Dante, apparentemente, è l’unico che in Christian non vede un proprio bisogno da colmare. Lui non ha paura di prendere le redini della situazione, di dominare. E forse è proprio in questa tendenza di dominio che risiede la sua ferita originale.
Eppure, proprio a partire dalle loro ferite originali, ognuno di questi personaggi è capace di costruirsi di nuovo. Come evolveranno, è qualcosa che dovete scoprire leggendo il libro.
E Christian?
Di lui si potranno pensare tante cose: che sia una vittima della propria malattia e del proprio passato, che abbia un intenso modo di vivere le emozioni, che abbia effettivamente bisogno dei suoi tre amanti o che stia solo giocando. Io penso semplicemente che sia qualcuno in perenne contatto con la propria ferita originale, qualcosa che pulsa e che deve imparare a coltivare perché nascano dei fiori belli come quelli in copertina.
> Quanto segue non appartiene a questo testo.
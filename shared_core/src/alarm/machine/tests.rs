//! The machine over every state, condition, latch and delay; then delays, presses and time.

use super::{Condition, Machine, Move, Settings};
use crate::alarm::AlarmState as S;
use crate::journal::entry::TransitionCause as Cause;
use proptest::prelude::*;

const CONDITIONS: [Condition; 3] = [Condition::Stands, Condition::Between, Condition::Gone];

const fn settings(on_delay_ms: u32, off_delay_ms: u32, latch: bool) -> Settings {
    Settings { on_delay_ms, off_delay_ms, latch, sounds_again_after_ms: 1_000_000 }
}

const fn in_state(state: S) -> Machine {
    Machine { state, pending: false, since_ms: 0, entered_ms: 0 }
}

/// For each state: after the condition stands, is between, is gone (without and with latch), and
/// after a press. `-`: it stays. Alarm state diagram of ISA-18.2; hidden alarms do not move.
const TABLE: [&str; 9] = [
    "1----", // normal
    "--342", // unacknowledged
    "--05-", // acknowledged
    "1---0", // returned unacknowledged
    "1---5", // latched unacknowledged
    "1---0", // latched acknowledged
    "-----", // shelved
    "-----", // suppressed by design
    "-----", // out of service
];

#[test]
fn every_state_condition_press_latch_and_delay() {
    for (number, row) in (0_u8..).zip(TABLE) {
        let state = S::from_number(number).unwrap();
        let columns: Vec<Option<S>> = row
            .bytes()
            .map(|c| c.is_ascii_digit().then(|| S::from_number(c - b'0').unwrap()))
            .collect();
        for latch in [false, true] {
            let gone = columns[if latch { 3 } else { 2 }];
            for (condition, expected) in CONDITIONS.into_iter().zip([columns[0], columns[1], gone])
            {
                for delay_ms in [0, 1, 5_000] {
                    sample_moves(state, condition, settings(delay_ms, delay_ms, latch), expected);
                }
            }
        }
        let pressed = in_state(state).acknowledge(70);
        assert_eq!(pressed.map(|step| (step.from, step.to)), columns[4].map(|to| (state, to)));
    }
}

fn sample_moves(state: S, condition: Condition, settings: Settings, expected: Option<S>) {
    let delay_ms = u64::from(settings.on_delay_ms);
    let mut machine = in_state(state);
    let what = format!("{state:?} {condition:?} {settings:?}");
    if delay_ms > 0 {
        assert_eq!(machine.sample(&settings, condition, 100), None, "{what}");
        assert_eq!(machine.sample(&settings, condition, 100 + delay_ms - 1), None, "{what}");
        assert_eq!(machine.state, state, "{what}");
    }
    let step = machine.sample(&settings, condition, 100 + delay_ms);
    assert_eq!(step.map(|step| (step.from, step.to)), expected.map(|to| (state, to)), "{what}");
    assert_eq!(machine.state, expected.unwrap_or(state), "{what}");
    let cause = if condition == Condition::Stands { Cause::Raised } else { Cause::Returned };
    assert!(step.is_none_or(|step| step.cause == cause), "{what}");
}

#[test]
fn what_is_not_a_number_stands() {
    assert_eq!(Condition::of(f32::NAN, 0.9, 0.02), Condition::Stands);
    assert_eq!(Condition::of(0.9, 0.9, 0.02), Condition::Stands);
    assert_eq!(Condition::of(0.899, 0.9, 0.02), Condition::Between);
    assert_eq!(Condition::of(0.88, 0.9, 0.02), Condition::Between);
    assert_eq!(Condition::of(0.879, 0.9, 0.02), Condition::Gone);
}

#[test]
fn a_delay_counts_from_the_first_sample_and_not_past_a_gap() {
    let settings = settings(5_000, 3_000, false);
    let mut machine = Machine::default();
    assert_eq!(machine.sample(&settings, Condition::Stands, 10_000), None);
    assert_eq!(machine.expires_in_ms(&settings, 11_000), Some(4_000));
    assert_eq!(machine.sample(&settings, Condition::Between, 12_000), None);
    assert_eq!(machine.expires_in_ms(&settings, 12_000), None);
    assert_eq!(machine.sample(&settings, Condition::Stands, 13_000), None);
    assert_eq!(machine.sample(&settings, Condition::Stands, 17_999), None);
    let raised = machine.sample(&settings, Condition::Stands, 18_000);
    assert_eq!(raised.map(|step| step.to), Some(S::Unacknowledged));
    // The deadband keeps an alarm, and its off-delay starts anew.
    assert_eq!(machine.sample(&settings, Condition::Gone, 20_000), None);
    assert_eq!(machine.sample(&settings, Condition::Between, 22_999), None);
    assert_eq!(machine.sample(&settings, Condition::Gone, 23_000), None);
    assert_eq!(machine.expires_in_ms(&settings, 25_000), Some(1_000));
    let returned = machine.sample(&settings, Condition::Gone, 26_000);
    assert_eq!(returned.map(|step| step.to), Some(S::ReturnedUnacknowledged));
}

#[test]
fn a_press_does_not_restart_the_off_delay() {
    let settings = settings(0, 60_000, false);
    let mut machine = Machine::default();
    machine.sample(&settings, Condition::Stands, 0);
    machine.sample(&settings, Condition::Gone, 10_000);
    assert!(machine.acknowledge(40_000).is_some());
    assert_eq!(machine.expires_in_ms(&settings, 40_000), Some(30_000));
    let returned = machine.sample(&settings, Condition::Gone, 70_000);
    assert_eq!(returned.map(|step| step.to), Some(S::Normal));
}

#[test]
fn presses_do_not_postpone_the_next_alarm() {
    let settings = settings(10_000, 0, true);
    let mut machine = in_state(S::LatchedUnacknowledged);
    machine.sample(&settings, Condition::Stands, 1_000);
    assert!(machine.acknowledge(8_000).is_some());
    assert!(machine.acknowledge(9_000).is_some());
    assert_eq!(machine.state, S::Normal);
    let raised = machine.sample(&settings, Condition::Stands, 11_000);
    assert_eq!(raised.map(|step| step.to), Some(S::Unacknowledged));
}

#[test]
fn delays_run_through_the_wrap_of_the_tick() {
    let settings = settings(5_000, 0, false);
    let wrap = u64::from(u32::MAX) + 1;
    let mut machine = Machine::default();
    assert_eq!(machine.sample(&settings, Condition::Stands, 3 * wrap - 2_000), None);
    assert_eq!(machine.expires_in_ms(&settings, 3 * wrap + 1_000), Some(2_000));
    assert_eq!(machine.sample(&settings, Condition::Stands, 3 * wrap + 2_999), None);
    assert!(machine.sample(&settings, Condition::Stands, 3 * wrap + 3_000).is_some());
}

#[test]
fn an_acknowledged_condition_sounds_again_and_a_start_counts_anew() {
    let settings = Settings { sounds_again_after_ms: 600_000, ..settings(0, 0, false) };
    let mut machine = Machine::default();
    machine.sample(&settings, Condition::Stands, 0);
    machine.acknowledge(100_000);
    assert_eq!(machine.sample(&settings, Condition::Stands, 699_999), None);
    let again = machine.sample(&settings, Condition::Between, 700_000);
    let expected = Move { from: S::Acknowledged, to: S::Unacknowledged, cause: Cause::SoundsAgain };
    assert_eq!(again, Some(expected));

    machine.acknowledge(800_000);
    machine.restart(50);
    assert_eq!(machine.state, S::Acknowledged);
    assert_eq!(machine.sample(&settings, Condition::Stands, 600_049), None);
    assert!(machine.sample(&settings, Condition::Stands, 600_050).is_some());
}

#[test]
fn sounding_again_does_not_restart_the_off_delay() {
    let settings = Settings { sounds_again_after_ms: 50_000, ..settings(0, 60_000, false) };
    let mut machine = Machine::default();
    machine.sample(&settings, Condition::Stands, 0);
    machine.acknowledge(0);
    machine.sample(&settings, Condition::Gone, 10_000);
    assert!(machine.sample(&settings, Condition::Gone, 50_000).is_some());
    let returned = machine.sample(&settings, Condition::Gone, 70_000);
    assert_eq!(returned.map(|step| step.to), Some(S::ReturnedUnacknowledged));
}

/// A count between the deadband's two sides, at any pace: as long as the alarm has not returned, an
/// acknowledged one sounds again in time.
#[test]
fn chattering_cannot_postpone_sounding_again() {
    proptest!(|(conditions in prop::collection::vec(0_usize..3, 80))| {
        let settings = Settings { sounds_again_after_ms: 300_000, ..settings(0, 60_000, true) };
        let mut machine = Machine::default();
        machine.sample(&settings, Condition::Stands, 0);
        machine.acknowledge(5_000);
        let mut gone_since = None;
        for (tick_ms, condition) in (10_000..).step_by(10_000).zip(conditions) {
            let condition = CONDITIONS[condition];
            gone_since = match (condition, gone_since) {
                (Condition::Gone, None) => Some(tick_ms),
                (Condition::Gone, since) => since,
                _ => None,
            };
            let returned = gone_since.is_some_and(|since| tick_ms - since >= 60_000);
            machine.sample(&settings, condition, tick_ms);
            if returned {
                prop_assert_eq!(machine.state, S::LatchedAcknowledged);
                return Ok(());
            }
            let sounds = tick_ms >= 305_000;
            prop_assert_eq!(machine.state == S::Unacknowledged, sounds, "at {}", tick_ms);
            if sounds {
                return Ok(());
            }
        }
    });
}
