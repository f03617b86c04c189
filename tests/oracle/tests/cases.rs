//! t
use strake_oracle::cases::*;
#[test]
fn all() {
    println!("{}", run(&open_rows(), 0.0, &oracle_answer));
    println!("{}", run(&own_rows(), 0.0, &oracle_answer));
    for r in open_rows().iter().chain(&own_rows()) {
        if let Err(e) = oracle_answer(r) {
            if e.contains("understood")
                || !e.contains("topic") && !e.contains("plates") && !e.contains("substances")
            {
                println!("{} {e} {}", r.id, r.quantity());
            }
        }
    }
}
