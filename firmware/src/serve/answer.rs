//! One request in, one reply out.

use super::outbox::Outbox;
use super::plan_load::PlanLoad;
use super::served::{Refusal, Served};
use strake_core::wire::{
    Acknowledge, ClockSet, Done, ErrorCode, Field, Frame, Hello, Kind, LinkCounters, Malformed,
    Message, PLAN_DATA_BYTES, PartStatusRequest, PlanBegin, PlanChunk, PlanCommit, PlanRead,
};

/// What must be remembered between requests.
#[derive(Debug)]
pub(super) struct Memory {
    plan: PlanLoad,
    /// Number of the kind and token of the order done last: the same again is answered, not done
    /// again.
    order: Option<(u8, u32)>,
}

impl From<Malformed> for Refusal {
    fn from(_: Malformed) -> Self {
        ErrorCode::Malformed.into()
    }
}

impl Memory {
    pub(super) const fn new() -> Self {
        Self { plan: PlanLoad::new(), order: None }
    }

    /// Puts the reply to `frame` into the outbox.
    pub(super) fn answer<S: Served>(
        &mut self,
        frame: Frame<'_>,
        link: LinkCounters,
        served: &mut S,
        outbox: &mut Outbox,
    ) {
        let result = match Kind::from_number(frame.kind) {
            Some(kind) => self.dispatch(kind, frame.body, link, served, outbox),
            None => Err(ErrorCode::UnknownKind.into()),
        };
        if let Err(refusal) = result {
            let detail = match refusal.code {
                ErrorCode::UnknownKind | ErrorCode::Malformed => u32::from(frame.kind),
                _ => refusal.detail,
            };
            outbox.put(&refusal.code.reply(frame.kind, detail));
        }
    }

    fn dispatch<S: Served>(
        &mut self,
        kind: Kind,
        body: &[u8],
        link: LinkCounters,
        served: &mut S,
        outbox: &mut Outbox,
    ) -> Result<(), Refusal> {
        match kind {
            Kind::Hello => {
                Hello::decode(body)?;
                // A new connection numbers its orders anew.
                self.order = None;
                outbox.put(&served.identity());
            }
            Kind::StatusRequest => {
                let mut status = served.status();
                status.link = link;
                outbox.put(&status);
            }
            Kind::PartStatusRequest => {
                let part = PartStatusRequest::decode(body)?.part;
                let status = served.part_status(part).ok_or(ErrorCode::NoSuchPart)?;
                outbox.put(&status);
            }
            Kind::FaultStatusRequest => outbox.put(&served.fault_status()),
            Kind::FillingRequest => outbox.put(&served.filling()),
            Kind::PlanBegin => outbox.put(&self.plan.begin(&PlanBegin::decode(body)?, served)?),
            Kind::PlanChunk => outbox.put(&self.plan.chunk(&PlanChunk::decode(body)?, served)?),
            Kind::PlanCommit => outbox.put(&self.plan.commit(PlanCommit::decode(body)?, served)?),
            Kind::PlanListRequest => outbox.put(&served.plans()),
            Kind::PlanRead => read_plan(&PlanRead::decode(body)?, served, outbox)?,
            Kind::ClockSet => {
                let order = ClockSet::decode(body)?;
                let done = self.once(kind, order.token, || served.set_clock(order.utc_s))?;
                outbox.put(&done);
            }
            Kind::Acknowledge => {
                let order = Acknowledge::decode(body)?;
                let done = self.once(kind, order.token, || served.acknowledge())?;
                outbox.put(&done);
            }
            Kind::JournalBoundsRequest => outbox.put(&served.journal_bounds()),
            Kind::HeadRequest => outbox.put(&served.head()?),
            // A sound sector request went into the queue instead.
            Kind::SectorRequest => return Err(ErrorCode::Malformed.into()),
            // Replies do not come to a device.
            _ => return Err(ErrorCode::UnknownKind.into()),
        }
        Ok(())
    }

    fn once(
        &mut self,
        kind: Kind,
        token: u32,
        order: impl FnOnce() -> Result<(), Refusal>,
    ) -> Result<Done, Refusal> {
        if self.order != Some((kind.number(), token)) {
            order()?;
            self.order = Some((kind.number(), token));
        }
        Ok(Done { token })
    }
}

/// The same bytes as [`strake_core::wire::PlanData`], read straight into the frame.
fn read_plan<S: Served>(
    read: &PlanRead,
    served: &mut S,
    outbox: &mut Outbox,
) -> Result<(), Refusal> {
    let plans = served.plans().plans;
    let entry =
        plans.iter().find(|entry| entry.length > 0 && entry.fingerprint == read.fingerprint);
    let length = entry.ok_or(ErrorCode::PlanUnknown)?.length;
    let left = usize::try_from(length.saturating_sub(read.offset)).unwrap_or(usize::MAX);
    let bytes = left.min(usize::from(read.length.min(PLAN_DATA_BYTES)));
    let mut result = Ok(());
    outbox.build(Kind::PlanData.number(), &mut |body| {
        read.fingerprint.put(body);
        read.offset.put(body);
        body.length(bytes);
        if bytes > 0 {
            result = served.read_plan(read.fingerprint, read.offset, body.reserve(bytes));
        }
    });
    if result.is_err() {
        outbox.clear();
    }
    result
}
Come si mangia Le ferite originali?
Con foga, con fame. C’è l’ingordigia di quando divori un piatto di pasta e anche un po’ il senso di nausea che viene quando il piatto è finito troppo in fretta. Ed è proprio la pasta ad accompagnare questo libro nella cucina letteraria di #readEat.
Ho pensato a lungo, a questo. Alla dipendenza da carboidrati.
Non sono parole mie, è scientificamente provato che se si smette di mangiare carboidrati, il corpo lo avverte come una vera e propria crisi d’astinenza, almeno nei primi tre giorni.
E Christian è un po’ come un piatto di pasta: fa male, si mette sui fianchi, a volte non ti fa sentire bene con te stessa, ma… ne mangi ancora.
In queste sere, mentre le donnine come me iniziano saggiamente a rosicchiare carote e insalata, io decido di darmi al carboidrato deciso, qualcosa che sia dolce come Dafne, morbido come Davide e forte come Beltrami, attorno ovviamente a un Christian sotto forma di conchiglia rigata: pasta con zucchine e pancetta, insaporita con una generosa spruzzata di pepe.
Andrò in overdose? Farò il bis?
Ne avrò abbastanza?
E voi? Mi farete compagnia?
Se avete bisogno di un antipasto, vi ricordo che Eleonora ha già discusso con me de Le ferite originali, prestandosi come ospite in Spizzichi e bocconi!
informazioni stranamente utili
gentile utenza, come avrete notato sto postando di meno ma non di certo perché scrivo da una terrazza con il mare di fronte.
Mi preme dirvi che la latitanza è dovuta a causa di morte naturale del programma di foto-ritocco. Come sapete, #readEat nasce come progetto fotografico, dunque pubblicare un articolo senza foto sarebbe un po’ come immergere il cucchiaio in un profumatissimo piatto ricolmo di niente.
Per tanto, ringrazio la mia amica Valeria Tonelli per l’aiuto, a lei il computer funziona ancora molto bene.